### REQUIRED WORK
In the data below, how many lines contain the word "problems"? Answer with the number alone.

### THE DATA
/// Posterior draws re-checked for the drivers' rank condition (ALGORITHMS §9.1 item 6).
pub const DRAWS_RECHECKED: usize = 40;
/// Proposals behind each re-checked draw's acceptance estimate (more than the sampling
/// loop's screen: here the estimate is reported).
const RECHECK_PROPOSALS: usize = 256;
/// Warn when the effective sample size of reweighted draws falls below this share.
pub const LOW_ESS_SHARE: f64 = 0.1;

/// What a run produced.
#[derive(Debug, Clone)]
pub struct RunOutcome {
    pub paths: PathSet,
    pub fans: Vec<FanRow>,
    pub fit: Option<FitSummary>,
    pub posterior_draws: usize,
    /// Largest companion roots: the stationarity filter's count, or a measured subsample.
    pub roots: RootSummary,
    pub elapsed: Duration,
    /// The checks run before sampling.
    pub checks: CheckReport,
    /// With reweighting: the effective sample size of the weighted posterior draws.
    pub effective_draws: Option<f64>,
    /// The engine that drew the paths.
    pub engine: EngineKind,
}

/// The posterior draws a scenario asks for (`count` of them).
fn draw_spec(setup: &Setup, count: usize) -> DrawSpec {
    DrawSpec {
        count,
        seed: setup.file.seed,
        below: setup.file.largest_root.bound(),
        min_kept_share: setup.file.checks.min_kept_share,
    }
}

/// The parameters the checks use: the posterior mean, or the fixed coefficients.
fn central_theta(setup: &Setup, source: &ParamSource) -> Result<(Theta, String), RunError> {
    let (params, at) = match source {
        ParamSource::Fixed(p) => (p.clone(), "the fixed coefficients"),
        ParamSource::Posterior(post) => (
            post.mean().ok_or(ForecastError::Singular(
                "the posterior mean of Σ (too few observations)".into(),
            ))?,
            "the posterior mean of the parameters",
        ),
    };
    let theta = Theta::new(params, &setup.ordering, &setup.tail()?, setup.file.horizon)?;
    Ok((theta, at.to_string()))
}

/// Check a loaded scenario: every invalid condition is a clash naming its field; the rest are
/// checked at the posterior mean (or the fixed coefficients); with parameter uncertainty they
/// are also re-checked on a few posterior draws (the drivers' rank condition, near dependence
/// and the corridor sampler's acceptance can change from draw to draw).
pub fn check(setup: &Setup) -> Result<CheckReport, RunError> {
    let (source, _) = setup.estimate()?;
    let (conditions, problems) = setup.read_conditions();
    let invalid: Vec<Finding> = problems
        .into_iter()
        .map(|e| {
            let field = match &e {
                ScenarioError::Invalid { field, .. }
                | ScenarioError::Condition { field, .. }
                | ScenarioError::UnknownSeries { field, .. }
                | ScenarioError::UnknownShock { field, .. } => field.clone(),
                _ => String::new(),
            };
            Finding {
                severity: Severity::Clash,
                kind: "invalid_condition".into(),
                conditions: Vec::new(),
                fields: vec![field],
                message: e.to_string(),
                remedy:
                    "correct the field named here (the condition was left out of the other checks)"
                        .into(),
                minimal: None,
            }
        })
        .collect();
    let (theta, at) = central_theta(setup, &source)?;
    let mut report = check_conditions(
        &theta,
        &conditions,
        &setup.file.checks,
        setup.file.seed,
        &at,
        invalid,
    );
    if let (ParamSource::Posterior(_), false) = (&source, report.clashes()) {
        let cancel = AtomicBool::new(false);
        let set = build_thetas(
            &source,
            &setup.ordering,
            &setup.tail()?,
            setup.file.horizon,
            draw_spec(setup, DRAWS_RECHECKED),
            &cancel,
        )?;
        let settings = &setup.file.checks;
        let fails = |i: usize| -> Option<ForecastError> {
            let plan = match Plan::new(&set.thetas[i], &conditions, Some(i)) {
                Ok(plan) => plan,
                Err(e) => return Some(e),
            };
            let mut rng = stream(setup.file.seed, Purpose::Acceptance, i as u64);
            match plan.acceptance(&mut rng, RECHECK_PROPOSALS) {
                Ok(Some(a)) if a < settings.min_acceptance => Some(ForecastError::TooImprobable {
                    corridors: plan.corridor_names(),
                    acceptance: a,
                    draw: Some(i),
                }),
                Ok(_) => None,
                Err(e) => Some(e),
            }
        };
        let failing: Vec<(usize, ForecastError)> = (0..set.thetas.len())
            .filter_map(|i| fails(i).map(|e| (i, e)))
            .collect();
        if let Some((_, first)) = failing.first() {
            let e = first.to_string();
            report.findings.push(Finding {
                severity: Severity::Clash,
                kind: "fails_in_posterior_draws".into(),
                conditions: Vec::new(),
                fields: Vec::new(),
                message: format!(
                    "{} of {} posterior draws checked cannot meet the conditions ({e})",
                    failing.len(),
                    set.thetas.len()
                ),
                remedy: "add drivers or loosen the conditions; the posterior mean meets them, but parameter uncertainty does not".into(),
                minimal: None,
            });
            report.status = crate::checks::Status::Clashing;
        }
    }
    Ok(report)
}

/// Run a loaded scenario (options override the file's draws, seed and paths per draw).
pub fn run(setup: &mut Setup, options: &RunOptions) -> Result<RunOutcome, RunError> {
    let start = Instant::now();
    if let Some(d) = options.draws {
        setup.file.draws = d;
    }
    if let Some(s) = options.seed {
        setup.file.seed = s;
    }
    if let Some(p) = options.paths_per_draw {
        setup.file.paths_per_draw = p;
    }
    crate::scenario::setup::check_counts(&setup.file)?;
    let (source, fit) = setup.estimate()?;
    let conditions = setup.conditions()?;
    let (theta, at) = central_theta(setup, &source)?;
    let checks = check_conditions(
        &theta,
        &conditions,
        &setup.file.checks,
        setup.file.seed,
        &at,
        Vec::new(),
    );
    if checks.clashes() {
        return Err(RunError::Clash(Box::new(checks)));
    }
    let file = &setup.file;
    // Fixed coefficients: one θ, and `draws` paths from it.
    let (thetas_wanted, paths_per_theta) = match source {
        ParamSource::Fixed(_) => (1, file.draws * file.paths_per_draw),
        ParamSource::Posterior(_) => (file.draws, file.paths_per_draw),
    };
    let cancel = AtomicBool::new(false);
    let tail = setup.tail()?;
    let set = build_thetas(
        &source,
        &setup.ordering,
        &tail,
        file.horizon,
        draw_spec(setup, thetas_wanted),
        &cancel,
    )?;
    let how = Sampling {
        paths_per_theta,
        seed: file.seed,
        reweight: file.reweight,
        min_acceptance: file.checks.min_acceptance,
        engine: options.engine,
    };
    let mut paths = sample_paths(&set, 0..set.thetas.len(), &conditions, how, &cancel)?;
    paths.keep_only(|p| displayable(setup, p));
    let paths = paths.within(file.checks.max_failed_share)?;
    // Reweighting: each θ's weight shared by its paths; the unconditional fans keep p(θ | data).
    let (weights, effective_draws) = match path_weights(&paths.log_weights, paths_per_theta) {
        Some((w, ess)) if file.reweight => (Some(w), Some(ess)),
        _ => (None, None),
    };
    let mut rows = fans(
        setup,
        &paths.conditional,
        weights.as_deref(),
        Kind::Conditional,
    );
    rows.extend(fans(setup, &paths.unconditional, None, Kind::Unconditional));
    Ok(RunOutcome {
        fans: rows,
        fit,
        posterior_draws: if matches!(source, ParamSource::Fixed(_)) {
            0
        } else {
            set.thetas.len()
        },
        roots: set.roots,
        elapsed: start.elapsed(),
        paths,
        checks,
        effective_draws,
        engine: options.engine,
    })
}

==

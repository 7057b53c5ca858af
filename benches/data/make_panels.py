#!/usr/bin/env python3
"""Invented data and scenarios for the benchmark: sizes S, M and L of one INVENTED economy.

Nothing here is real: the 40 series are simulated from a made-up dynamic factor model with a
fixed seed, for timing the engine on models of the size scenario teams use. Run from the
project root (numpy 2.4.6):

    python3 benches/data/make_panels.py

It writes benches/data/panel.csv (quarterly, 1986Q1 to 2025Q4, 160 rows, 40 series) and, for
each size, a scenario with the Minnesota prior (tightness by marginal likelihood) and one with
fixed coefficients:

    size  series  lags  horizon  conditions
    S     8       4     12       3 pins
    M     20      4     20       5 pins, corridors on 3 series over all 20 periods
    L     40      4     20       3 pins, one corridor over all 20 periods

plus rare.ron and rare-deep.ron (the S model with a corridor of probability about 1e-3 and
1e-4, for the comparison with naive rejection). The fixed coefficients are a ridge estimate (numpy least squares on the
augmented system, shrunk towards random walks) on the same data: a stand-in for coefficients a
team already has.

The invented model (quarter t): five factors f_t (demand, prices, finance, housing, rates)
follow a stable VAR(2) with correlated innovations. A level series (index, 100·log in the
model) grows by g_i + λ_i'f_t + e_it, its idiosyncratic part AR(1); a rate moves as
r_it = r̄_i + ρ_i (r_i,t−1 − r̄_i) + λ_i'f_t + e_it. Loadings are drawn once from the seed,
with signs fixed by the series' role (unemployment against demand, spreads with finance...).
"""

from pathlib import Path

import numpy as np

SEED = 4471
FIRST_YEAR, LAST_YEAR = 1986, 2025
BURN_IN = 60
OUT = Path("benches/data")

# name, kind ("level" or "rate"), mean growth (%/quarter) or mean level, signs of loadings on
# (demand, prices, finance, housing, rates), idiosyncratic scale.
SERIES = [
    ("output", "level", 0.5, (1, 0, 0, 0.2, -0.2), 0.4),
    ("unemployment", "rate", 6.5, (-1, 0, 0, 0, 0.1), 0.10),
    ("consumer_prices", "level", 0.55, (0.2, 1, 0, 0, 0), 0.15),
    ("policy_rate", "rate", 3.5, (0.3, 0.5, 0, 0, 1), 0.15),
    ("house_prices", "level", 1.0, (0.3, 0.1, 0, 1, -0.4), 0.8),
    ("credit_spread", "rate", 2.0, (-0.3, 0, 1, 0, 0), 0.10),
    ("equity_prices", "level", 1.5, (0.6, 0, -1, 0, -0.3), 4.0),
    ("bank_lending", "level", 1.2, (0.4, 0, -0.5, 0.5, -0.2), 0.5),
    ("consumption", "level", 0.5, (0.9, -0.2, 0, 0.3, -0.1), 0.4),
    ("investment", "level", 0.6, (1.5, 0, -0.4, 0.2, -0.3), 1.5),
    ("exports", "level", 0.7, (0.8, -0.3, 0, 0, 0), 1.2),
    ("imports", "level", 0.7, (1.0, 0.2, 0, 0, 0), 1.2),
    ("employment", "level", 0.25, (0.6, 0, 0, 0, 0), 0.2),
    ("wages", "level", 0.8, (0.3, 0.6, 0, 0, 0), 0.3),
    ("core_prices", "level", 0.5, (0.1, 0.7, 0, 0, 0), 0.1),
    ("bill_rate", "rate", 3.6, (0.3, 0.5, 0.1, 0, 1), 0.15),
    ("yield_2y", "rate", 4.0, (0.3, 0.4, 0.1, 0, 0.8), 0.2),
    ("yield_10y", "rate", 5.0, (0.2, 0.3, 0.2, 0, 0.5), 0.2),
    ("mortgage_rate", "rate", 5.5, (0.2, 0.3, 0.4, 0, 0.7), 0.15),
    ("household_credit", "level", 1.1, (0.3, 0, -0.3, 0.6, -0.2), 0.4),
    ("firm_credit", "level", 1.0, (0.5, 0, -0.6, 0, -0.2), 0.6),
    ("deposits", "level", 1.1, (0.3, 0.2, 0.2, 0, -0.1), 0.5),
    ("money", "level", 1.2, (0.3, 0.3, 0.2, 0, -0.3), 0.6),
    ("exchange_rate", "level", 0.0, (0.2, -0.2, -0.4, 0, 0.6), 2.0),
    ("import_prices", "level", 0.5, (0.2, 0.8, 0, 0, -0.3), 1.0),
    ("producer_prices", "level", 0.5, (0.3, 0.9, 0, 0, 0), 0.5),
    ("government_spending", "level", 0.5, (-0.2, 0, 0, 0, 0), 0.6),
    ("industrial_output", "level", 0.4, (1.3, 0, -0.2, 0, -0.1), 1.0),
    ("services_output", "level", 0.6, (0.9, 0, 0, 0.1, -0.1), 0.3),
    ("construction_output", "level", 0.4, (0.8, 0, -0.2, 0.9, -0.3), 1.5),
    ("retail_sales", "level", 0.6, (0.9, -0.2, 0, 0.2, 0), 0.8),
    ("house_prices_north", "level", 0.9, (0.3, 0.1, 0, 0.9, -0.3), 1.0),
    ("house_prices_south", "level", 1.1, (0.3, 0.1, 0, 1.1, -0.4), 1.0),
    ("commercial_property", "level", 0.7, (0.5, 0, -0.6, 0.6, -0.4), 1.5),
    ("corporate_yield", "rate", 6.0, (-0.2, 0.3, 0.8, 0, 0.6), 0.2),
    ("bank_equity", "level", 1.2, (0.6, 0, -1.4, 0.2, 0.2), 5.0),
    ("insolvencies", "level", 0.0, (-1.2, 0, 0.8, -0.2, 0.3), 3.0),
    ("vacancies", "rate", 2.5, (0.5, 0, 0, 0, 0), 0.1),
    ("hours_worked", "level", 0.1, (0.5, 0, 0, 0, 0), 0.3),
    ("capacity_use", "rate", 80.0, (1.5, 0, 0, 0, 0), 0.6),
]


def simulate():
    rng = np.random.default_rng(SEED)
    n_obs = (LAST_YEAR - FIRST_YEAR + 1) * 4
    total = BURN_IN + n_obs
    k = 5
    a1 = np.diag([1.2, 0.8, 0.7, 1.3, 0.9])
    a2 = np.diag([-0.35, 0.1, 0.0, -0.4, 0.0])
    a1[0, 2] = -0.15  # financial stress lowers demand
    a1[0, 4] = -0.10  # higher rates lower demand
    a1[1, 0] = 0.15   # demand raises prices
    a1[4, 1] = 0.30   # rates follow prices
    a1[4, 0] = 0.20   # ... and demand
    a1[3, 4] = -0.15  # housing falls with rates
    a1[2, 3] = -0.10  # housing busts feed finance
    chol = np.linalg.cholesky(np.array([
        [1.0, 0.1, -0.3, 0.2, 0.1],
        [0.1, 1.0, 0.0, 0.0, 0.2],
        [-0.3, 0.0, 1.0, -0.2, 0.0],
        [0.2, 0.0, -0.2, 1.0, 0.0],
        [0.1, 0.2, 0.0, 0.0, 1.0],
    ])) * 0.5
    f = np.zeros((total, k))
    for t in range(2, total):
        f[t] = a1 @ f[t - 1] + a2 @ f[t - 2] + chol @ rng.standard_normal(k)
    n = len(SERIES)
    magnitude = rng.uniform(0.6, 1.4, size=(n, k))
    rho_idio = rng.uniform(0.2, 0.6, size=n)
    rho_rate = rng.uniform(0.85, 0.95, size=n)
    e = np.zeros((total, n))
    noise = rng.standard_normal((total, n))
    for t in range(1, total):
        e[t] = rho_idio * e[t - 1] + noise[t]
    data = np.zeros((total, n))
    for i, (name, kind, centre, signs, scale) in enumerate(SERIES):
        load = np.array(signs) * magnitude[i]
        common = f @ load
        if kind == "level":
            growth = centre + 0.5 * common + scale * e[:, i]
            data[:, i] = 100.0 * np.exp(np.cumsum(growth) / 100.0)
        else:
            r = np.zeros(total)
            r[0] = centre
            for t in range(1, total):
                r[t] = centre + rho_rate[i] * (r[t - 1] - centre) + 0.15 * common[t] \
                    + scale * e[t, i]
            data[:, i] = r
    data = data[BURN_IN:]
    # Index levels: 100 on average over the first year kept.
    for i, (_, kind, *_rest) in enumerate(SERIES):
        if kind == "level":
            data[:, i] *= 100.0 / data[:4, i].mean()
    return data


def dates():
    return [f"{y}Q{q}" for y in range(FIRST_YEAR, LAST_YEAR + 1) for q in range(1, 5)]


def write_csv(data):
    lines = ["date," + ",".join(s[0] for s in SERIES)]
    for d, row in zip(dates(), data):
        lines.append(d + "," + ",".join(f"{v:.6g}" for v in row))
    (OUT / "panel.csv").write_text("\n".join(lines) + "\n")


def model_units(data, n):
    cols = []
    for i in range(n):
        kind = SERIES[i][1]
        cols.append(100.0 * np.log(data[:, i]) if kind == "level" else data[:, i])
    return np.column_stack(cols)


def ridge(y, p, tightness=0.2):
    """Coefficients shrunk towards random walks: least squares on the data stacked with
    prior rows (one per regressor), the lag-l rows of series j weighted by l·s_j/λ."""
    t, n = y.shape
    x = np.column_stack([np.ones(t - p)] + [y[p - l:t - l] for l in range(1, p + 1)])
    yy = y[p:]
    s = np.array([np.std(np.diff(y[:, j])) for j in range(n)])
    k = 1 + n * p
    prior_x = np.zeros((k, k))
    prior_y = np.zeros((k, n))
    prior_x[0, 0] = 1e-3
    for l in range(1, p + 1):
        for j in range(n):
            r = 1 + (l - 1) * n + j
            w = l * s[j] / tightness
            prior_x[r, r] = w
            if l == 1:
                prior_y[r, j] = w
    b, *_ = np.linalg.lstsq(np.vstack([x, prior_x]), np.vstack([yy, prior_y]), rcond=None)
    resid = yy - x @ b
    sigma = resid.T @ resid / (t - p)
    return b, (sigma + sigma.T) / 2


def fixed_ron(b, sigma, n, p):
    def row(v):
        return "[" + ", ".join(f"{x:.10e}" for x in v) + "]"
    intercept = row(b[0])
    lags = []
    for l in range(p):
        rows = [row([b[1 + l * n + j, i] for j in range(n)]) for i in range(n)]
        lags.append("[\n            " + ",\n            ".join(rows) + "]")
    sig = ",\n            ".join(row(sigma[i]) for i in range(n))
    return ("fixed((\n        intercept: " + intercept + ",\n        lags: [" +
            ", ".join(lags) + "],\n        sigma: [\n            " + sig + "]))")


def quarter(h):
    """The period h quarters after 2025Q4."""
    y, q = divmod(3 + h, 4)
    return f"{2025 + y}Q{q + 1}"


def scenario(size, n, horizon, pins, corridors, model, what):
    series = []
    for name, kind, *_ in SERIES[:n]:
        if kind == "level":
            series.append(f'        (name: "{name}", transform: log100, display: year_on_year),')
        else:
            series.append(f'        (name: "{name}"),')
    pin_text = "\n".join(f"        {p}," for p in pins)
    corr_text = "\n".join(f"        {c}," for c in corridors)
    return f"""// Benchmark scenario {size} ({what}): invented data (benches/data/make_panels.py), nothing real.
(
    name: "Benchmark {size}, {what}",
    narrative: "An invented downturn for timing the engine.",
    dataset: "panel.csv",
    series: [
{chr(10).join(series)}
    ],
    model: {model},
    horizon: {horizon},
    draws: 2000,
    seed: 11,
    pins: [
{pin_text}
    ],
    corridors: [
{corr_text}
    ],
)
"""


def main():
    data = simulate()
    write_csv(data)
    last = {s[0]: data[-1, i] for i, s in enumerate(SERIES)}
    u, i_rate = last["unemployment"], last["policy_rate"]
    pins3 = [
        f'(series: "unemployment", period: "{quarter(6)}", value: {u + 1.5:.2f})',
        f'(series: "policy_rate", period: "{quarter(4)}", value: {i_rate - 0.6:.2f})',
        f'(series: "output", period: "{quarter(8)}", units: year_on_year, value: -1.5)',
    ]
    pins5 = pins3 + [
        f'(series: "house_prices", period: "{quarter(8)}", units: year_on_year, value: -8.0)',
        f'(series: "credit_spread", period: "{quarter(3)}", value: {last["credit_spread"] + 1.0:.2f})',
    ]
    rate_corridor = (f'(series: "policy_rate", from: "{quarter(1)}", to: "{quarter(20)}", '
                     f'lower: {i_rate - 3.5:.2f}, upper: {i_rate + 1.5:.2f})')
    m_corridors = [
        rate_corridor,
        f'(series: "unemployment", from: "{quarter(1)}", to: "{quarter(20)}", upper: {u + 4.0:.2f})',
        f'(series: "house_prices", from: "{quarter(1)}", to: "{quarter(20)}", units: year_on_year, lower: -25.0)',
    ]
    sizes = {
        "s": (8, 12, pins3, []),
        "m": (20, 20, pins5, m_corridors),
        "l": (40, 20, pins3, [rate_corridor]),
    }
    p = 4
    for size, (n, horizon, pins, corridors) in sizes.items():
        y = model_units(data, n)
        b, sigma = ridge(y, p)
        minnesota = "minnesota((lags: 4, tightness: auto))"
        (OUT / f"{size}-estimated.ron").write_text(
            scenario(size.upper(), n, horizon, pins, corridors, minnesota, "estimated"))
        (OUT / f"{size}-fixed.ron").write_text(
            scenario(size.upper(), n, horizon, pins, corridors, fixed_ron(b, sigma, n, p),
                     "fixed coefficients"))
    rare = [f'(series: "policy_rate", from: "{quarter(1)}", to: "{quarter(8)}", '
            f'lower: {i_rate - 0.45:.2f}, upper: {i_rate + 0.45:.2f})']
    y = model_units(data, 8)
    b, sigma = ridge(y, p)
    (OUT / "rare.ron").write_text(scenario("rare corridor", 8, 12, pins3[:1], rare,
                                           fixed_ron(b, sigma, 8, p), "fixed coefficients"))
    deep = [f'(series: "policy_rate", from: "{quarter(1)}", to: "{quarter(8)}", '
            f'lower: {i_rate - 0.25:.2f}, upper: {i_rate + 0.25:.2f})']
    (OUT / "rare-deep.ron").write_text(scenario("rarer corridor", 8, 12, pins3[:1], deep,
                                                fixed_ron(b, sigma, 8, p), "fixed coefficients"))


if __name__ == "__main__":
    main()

### RESPONSE TO THE TASK
2